PROVIDED INFORMATION section start

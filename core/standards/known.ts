import type { Standard } from './standard.ts';

/** The standards at hand, by id: all of them behind the doors of core/check, on the bench those that were loaded. */
export const standards: Readonly<Record<string, Standard>> = {};

/** Puts standards at hand. */
export const admit = (...all: readonly Standard[]): void => {
  for (const one of all) (standards as Record<string, Standard>)[one.id] = one;
};
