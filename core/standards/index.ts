import { aisc360Asd, aisc360Lrfd } from './aisc360/index.ts';
import { as4100 } from './as4100/index.ts';
import { csaS16 } from './csaS16/index.ts';
import { admit, standards } from './known.ts';
import { sans10162 } from './sans10162/index.ts';

admit(sans10162);
admit(csaS16);
admit(aisc360Lrfd, aisc360Asd);
admit(as4100);

/** Every design standard, by its id. */
export { standards };
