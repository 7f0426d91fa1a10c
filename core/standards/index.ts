import '../words/furtherWords.ts';
import { aisc360Asd, aisc360Lrfd } from './aisc360/index.ts';
import { as4100 } from './as4100/index.ts';
import { csaS16 } from './csaS16/index.ts';
import { en1993, en1993Uk } from './en1993/index.ts';
import { is800 } from './is800/index.ts';
import { admit, standards } from './known.ts';
import { sans10162 } from './sans10162/index.ts';

admit(sans10162);
admit(csaS16);
admit(aisc360Lrfd, aisc360Asd);
admit(en1993, en1993Uk);
admit(as4100);
admit(is800);

/** Every design standard, by its id. */
export { standards };
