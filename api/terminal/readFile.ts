import { createReadStream } from 'node:fs';

/** The bytes of a file, or of standard input for `-`, as they come. */
export const open = (file: string): AsyncIterable<Uint8Array> =>
  file === '-' ? process.stdin : createReadStream(file);

/** All of it, but no more than `most` bytes and one, so that it can still be seen to be too large. */
export const readWhole = async (file: string, most: number): Promise<Uint8Array> => {
  const parts: Uint8Array[] = [];
  let length = 0;
  for await (const part of open(file)) {
    parts.push(part);
    length += part.length;
    if (length > most) break;
  }
  return Buffer.concat(parts).subarray(0, most + 1);
};

const reasons: Readonly<Record<string, string>> = {
  ENOENT: 'is not there',
  EISDIR: 'is a folder',
  EACCES: 'may not be read or written by you',
  ENOSPC: 'has no room left',
  ENOTDIR: 'is not there',
  EROFS: 'cannot be written to',
};

/** Why a file could not be used, in a sentence. */
export const fileSentence = (file: string, error: unknown): string => {
  const code = (error as NodeJS.ErrnoException | null)?.code;
  if (code === undefined) throw error;
  return `${file} ${reasons[code] ?? `could not be used (${code})`}.`;
};
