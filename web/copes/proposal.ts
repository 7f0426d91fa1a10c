import { computed } from '@preact/signals';
import { type CopeAdvice, copeFromSupport } from '../../core/advice/copeFromSupport.ts';
import { canonicalJson } from '../../core/end/canonical.ts';
import { writeQuantity } from '../../core/units/printQuantity.ts';
import { adviceWordsFor } from '../../core/words/adviceWords.ts';
import { awaited, entry, input, region } from '../state/bench.ts';
import { type Entry, textOf, withText } from '../state/entry.ts';
import '../state/reader.ts';

/** Copes proposed from the support, or why none are, in sentences; none of these where the faults stand at fields of their own. */
export type Proposal = { readonly advice: CopeAdvice } | { readonly sentences: readonly string[] };

/** What the end has in place of its copes and reaction plays no part in the proposal, so it may be half typed. */
const plays = (path: string): boolean => !/^(?:top|bottom|reaction)(?:\.|$)/.test(path);

const hasSupportingBeam = (it: Entry): boolean =>
  textOf(it, 'support') === 'on' &&
  textOf(it, 'support.kind') === 'beam-web' &&
  textOf(it, 'support.section').trim() !== '';

/** The end without what plays no part, as text: while it stays, so does the proposal. */
const leansOn = computed<string | null>(() => {
  if (!hasSupportingBeam(entry.value) || awaited.value || input.value.faults.some(({ path }) => plays(path)))
    return null;
  return canonicalJson({ ...input.value.input, top: null, bottom: null, reaction: 0 });
});

/** Null where the end names no supporting beam, or has faults elsewhere. */
export const proposal = computed<Proposal | null>(() => {
  if (leansOn.value === null) return null;
  const found = copeFromSupport(JSON.parse(leansOn.value));
  if ('advice' in found) return found;
  const own = adviceWordsFor(region.value).faults;
  const sentences = found.faults.filter(({ code }) => Object.hasOwn(own, code)).map(({ text }) => text);
  return sentences.length > 0 ? { sentences } : null;
});

/** The proposal where it can be taken: with it the end can be checked. */
export const takeable = computed<CopeAdvice | null>(() => {
  const it = proposal.value;
  return it && 'advice' in it && it.advice.faults.length === 0 ? it.advice : null;
});

const withCope = (it: Entry, edge: 'top' | 'bottom', proposed: CopeAdvice['top']): Entry =>
  Object.entries(proposed?.cope ?? {}).reduce(
    (after, [size, value]) => withText(after, `${edge}.${size}`, writeQuantity(value, '1,0', it.units)),
    withText(it, edge, proposed ? 'on' : 'none'),
  );

/** The entry with the proposed copes in place of its own; the hand that takes them gives them. */
export const entryWith = ({ top, bottom }: CopeAdvice): Entry =>
  withCope(withCope(entry.value, 'top', top), 'bottom', bottom);

/** The end has the proposed copes, given and not assumed. */
export const isTaken = computed<boolean>(() => {
  const advice = takeable.value;
  return advice !== null && canonicalJson(entryWith(advice)) === canonicalJson(entry.value);
});
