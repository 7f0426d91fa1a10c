import { writeFile } from 'node:fs/promises';
import { END_MOST_BYTES } from '../checkText.ts';
import { sheetText } from '../sheetText.ts';
import type { Asked } from './arguments.ts';
import { printFaults } from './checkCommand.ts';
import { complain, print, statusOf } from './output.ts';
import { fileSentence, readWhole } from './readFile.ts';

/** Writes the sheet of the end in a file; the exit status is that of its check. */
export const sheetCommand = async ({ file, values }: Asked): Promise<number> => {
  const { output, workings = 'governing' } = values;
  if (file === undefined) return complain('sheet needs a file, or - for standard input.');
  if (output === undefined)
    return complain('sheet needs -o and the name of the PDF to write, or - for standard output.');
  if (workings !== 'governing' && workings !== 'all') return complain('--workings may be governing or all.');
  let at = file;
  try {
    const sheet = await sheetText(await readWhole(file, END_MOST_BYTES), { workings });
    if ('faults' in sheet) return complain(printFaults(sheet.faults));
    at = output;
    await (output === '-' ? print(sheet.pdf) : writeFile(output, sheet.pdf));
    return statusOf(sheet.report.verdict);
  } catch (error) {
    return complain(fileSentence(at, error));
  }
};
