#[test]
fn a_rectangle_is_dragged_and_keeps_its_angles_while_a_corner_is_pulled() {
    let desk = Desk::new();
    let mut window = open(&desk);
    take(&mut window, "Building");
    drag(&mut window, (5.0, 5.0), (25.0, 15.0), Modifiers::NONE);
    assert_eq!(
        points(&window, 1),
        [(5.0, 5.0), (25.0, 5.0), (25.0, 15.0), (5.0, 15.0)]
    );
    drag(&mut window, (25.0, 15.0), (30.0, 20.0), Modifiers::NONE);
    assert_eq!(
        points(&window, 1),
        [(5.0, 5.0), (30.0, 5.0), (30.0, 20.0), (5.0, 20.0)]
    );
    // With Ctrl the corner goes alone; a pulled middle of a side becomes a corner.
    drag(&mut window, (30.0, 20.0), (35.0, 25.0), Modifiers::COMMAND);
    assert_eq!(points(&window, 1)[2], (35.0, 25.0));
    assert_eq!(points(&window, 1)[1], (30.0, 5.0));
    drag(&mut window, (17.5, 5.0), (17.5, -5.0), Modifiers::ALT);
    assert_eq!(points(&window, 1).len(), 5);
    let (_, north_m) = points(&window, 1)[1];
    assert!((north_m + 5.0).abs() < 0.11, "{north_m}");
}

#[test]
fn the_plan_works_by_keys_alone() {
    let desk = Desk::new();
    let mut window = open(&desk);
    let moment = window.state().state().moment();
    window.get_by_label(PLAN).focus();
    window.run();
    // A tree: the cross begins in the middle, 12 m east and 3 m north from there.
    press(&mut window, Key::Num2);
    press_with(&mut window, Modifiers::SHIFT, Key::ArrowRight);
    for key in [
        Key::ArrowRight,
        Key::ArrowRight,
        Key::ArrowUp,
        Key::ArrowUp,
        Key::ArrowUp,
    ] {
        press(&mut window, key);
    }
    press(&mut window, Key::Space);
    assert_eq!(points(&window, 1), [(12.0, 3.0)]);
    // It is selected: the arrows move it, finely and by metres, each as one step.
    press(&mut window, Key::ArrowLeft);
    press_with(&mut window, Modifiers::SHIFT, Key::ArrowDown);
    assert_eq!(points(&window, 1), [(11.9, 2.0)]);
    assert_eq!(saved(&desk), *site(&window));
    press_with(&mut window, Modifiers::COMMAND, Key::Z);
    assert_eq!(points(&window, 1), [(11.9, 3.0)]);
    press_with(&mut window, Modifiers::COMMAND, Key::D);
    assert_eq!(site(&window).obstacles.len(), 3);
    press(&mut window, Key::Delete);
    assert_eq!(site(&window).obstacles.len(), 2);
    // Tab goes through the things: the mark, the oak.
    press(&mut window, Key::Tab);
    press(&mut window, Key::Tab);
    press(&mut window, Key::Delete);
    assert_eq!(site(&window).obstacles.len(), 1, "the oak is gone");
    let on_s = window.state().state().moment().seconds_since(moment);
    assert!(on_s.abs() < 0.01, "none of it has moved the time: {on_s} s");
    press(&mut window, Key::Escape);
    press(&mut window, Key::ArrowRight);
    let on_s = window.state().state().moment().seconds_since(moment);
    assert_eq!(
        on_s.round(),
        60.0,
        "without the focus the arrows are the time's"
    );
}

#[test]
fn keys_set_points_a_metre_apart_however_small_the_plan_is_shown() {
    let desk = Desk::new();
    let mut window = open(&desk);
    window.get_by_label(PLAN).focus();
    window.run();
    press(&mut window, Key::Num4);
    // Away from the mark, in which no wall may stand.
    press_with(&mut window, Modifiers::SHIFT, Key::ArrowRight);
    press(&mut window, Key::Space);
    press(&mut window, Key::ArrowRight);
    press(&mut window, Key::Space);
    press(&mut window, Key::ArrowUp);
    press(&mut window, Key::Space);
    press(&mut window, Key::Enter);
    assert_eq!(points(&window, 1), [(10.0, 0.0), (11.0, 0.0), (11.0, 1.0)]);
}

#[test]
fn a_drag_shows_at_once_but_is_written_only_when_it_ends() {
    let desk = Desk::new();
    let mut window = open(&desk);
    let before = saved(&desk);
    pull(&mut window, (-30.0, -20.0), (-20.0, -10.0), Modifiers::NONE);
    assert_eq!(
        points(&window, 0),
        [(-20.0, -10.0)],
        "shown while it goes on"
    );
    // Whatever ends the program now loses this drag and nothing else.
    assert_eq!(saved(&desk), before);
    let pos = on_screen(&window, -20.0, -10.0);
    button(&mut window, pos, false, Modifiers::NONE);
    window.run();
    assert_eq!(saved(&desk), *site(&window));
    assert_ne!(saved(&desk), before);
    // One step, however many frames it took.
    press_with(&mut window, Modifiers::COMMAND, Key::Z);
    assert_eq!(*site(&window), before);
    // Escape in mid-drag puts everything back, and there is nothing to undo.
    pull(&mut window, (-30.0, -20.0), (-20.0, -10.0), Modifiers::NONE);
    press(&mut window, Key::Escape);
    assert_eq!(*site(&window), before);
    assert!(!window.state().state().can_undo());
}

#[test]
fn a_file_that_cannot_be_written_is_said_once_and_the_change_stays() {
    let desk = Desk::new();
    let mut window = open(&desk);
    // A folder in the file's place refuses whoever runs the test.
    let file = desk.sites().join("bare-field.site.ron");
    std::fs::remove_file(&file).unwrap();
    std::fs::create_dir(&file).unwrap();
    take(&mut window, "Pole");
    click_at(&mut window, 12.0, 12.0);
    window.get_by_label_contains("The last change is not in the file yet");
    assert_eq!(site(&window).obstacles.len(), 2, "the change stays");
    std::fs::remove_dir(&file).unwrap();
    press_with(&mut window, Modifiers::COMMAND, Key::D);
    assert_eq!(saved(&desk), *site(&window), "the next change saves both");
}

#[test]
fn the_wheel_zooms_at_the_pointer_and_the_ground_is_dragged() {
    let desk = Desk::new();
    let mut window = open(&desk);
    let pos = on_screen(&window, 20.0, 20.0);
    window.event(Event::PointerMoved(pos));
    window.step();
    window.event(Event::MouseWheel {
        unit: eframe::egui::MouseWheelUnit::Point,
        delta: Vec2::new(0.0, 200.0),
        phase: eframe::egui::TouchPhase::Move,
        source: eframe::egui::MouseWheelSource::Wheel,
        modifiers: Modifiers::NONE,
    });
    window.run();
    take(&mut window, "Pole");
    window.event(Event::PointerMoved(pos));
    window.step();
    button(&mut window, pos, true, Modifiers::NONE);
    button(&mut window, pos, false, Modifiers::NONE);
    window.run();
    assert_eq!(
        points(&window, 1),
        [(20.0, 20.0)],
        "the point under the pointer stayed"
    );
    // Somewhere else the plan is larger now.
    press(&mut window, Key::E);
    let nearer = on_screen(&window, 20.0, 20.0);
    assert_eq!(nearer, pos, "and all of it is shown again as before");
    drag(&mut window, (0.0, 20.0), (-10.0, 20.0), Modifiers::NONE);
    assert_eq!(
        site(&window).obstacles.len(),
        2,
        "dragging ground changes nothing"
    );
    take(&mut window, "Pole");
    click_at(&mut window, 0.0, 30.0);
    assert_eq!(
        points(&window, 2),
        [(10.0, 30.0)],
        "the ground was dragged 10 m west"
    );
}

#[test]
fn a_picture_is_placed_by_two_known_points() {
    let desk = Desk::new();
    let mut window = open_high(&desk, 1800.0);
    let file = desk.sites().join("aerial.png");
    image_of(200, 100).save(&file).unwrap();
    window.state_mut().run(Command::OpenBackdrop(file));
    window.run();
    let backdrop = site(&window).backdrop.clone().unwrap();
    assert_eq!(
        backdrop.picture.to_string_lossy(),
        "aerial.png",
        "beside the site's file"
    );
    // At first 100 m wide around the mark: 30 m east is pixel 160 of 200.
    take(&mut window, "First known point");
    click_at(&mut window, -30.0, 0.0);
    take(&mut window, "Second known point");
    click_at(&mut window, 30.0, 0.0);
    let backdrop = site(&window).backdrop.clone().unwrap();
    let px = |point: dimmet::place::PicturePoint| (point.right_px, point.down_px);
    assert_eq!(px(backdrop.first), (40.0, 50.0));
    assert_eq!(px(backdrop.second), (160.0, 50.0));
    write(&mut window, "Second from first, m", "24");
    write(&mut window, "Its bearing, °", "0");
    let second = site(&window).backdrop.clone().unwrap().second.at;
    assert!(
        second.distance_m(PlanPoint::new(-30.0, 24.0)) < 1e-9,
        "{second:?}"
    );
    assert_eq!(saved(&desk), *site(&window));
    click(&mut window, "Take it away");
    assert_eq!(site(&window).backdrop, None);
}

PROVIDED INFORMATION section end

THE TASK: Write down how many lines of the data above contain the word "saved", with nothing else.

REPLY TO THE EXERCISE: 7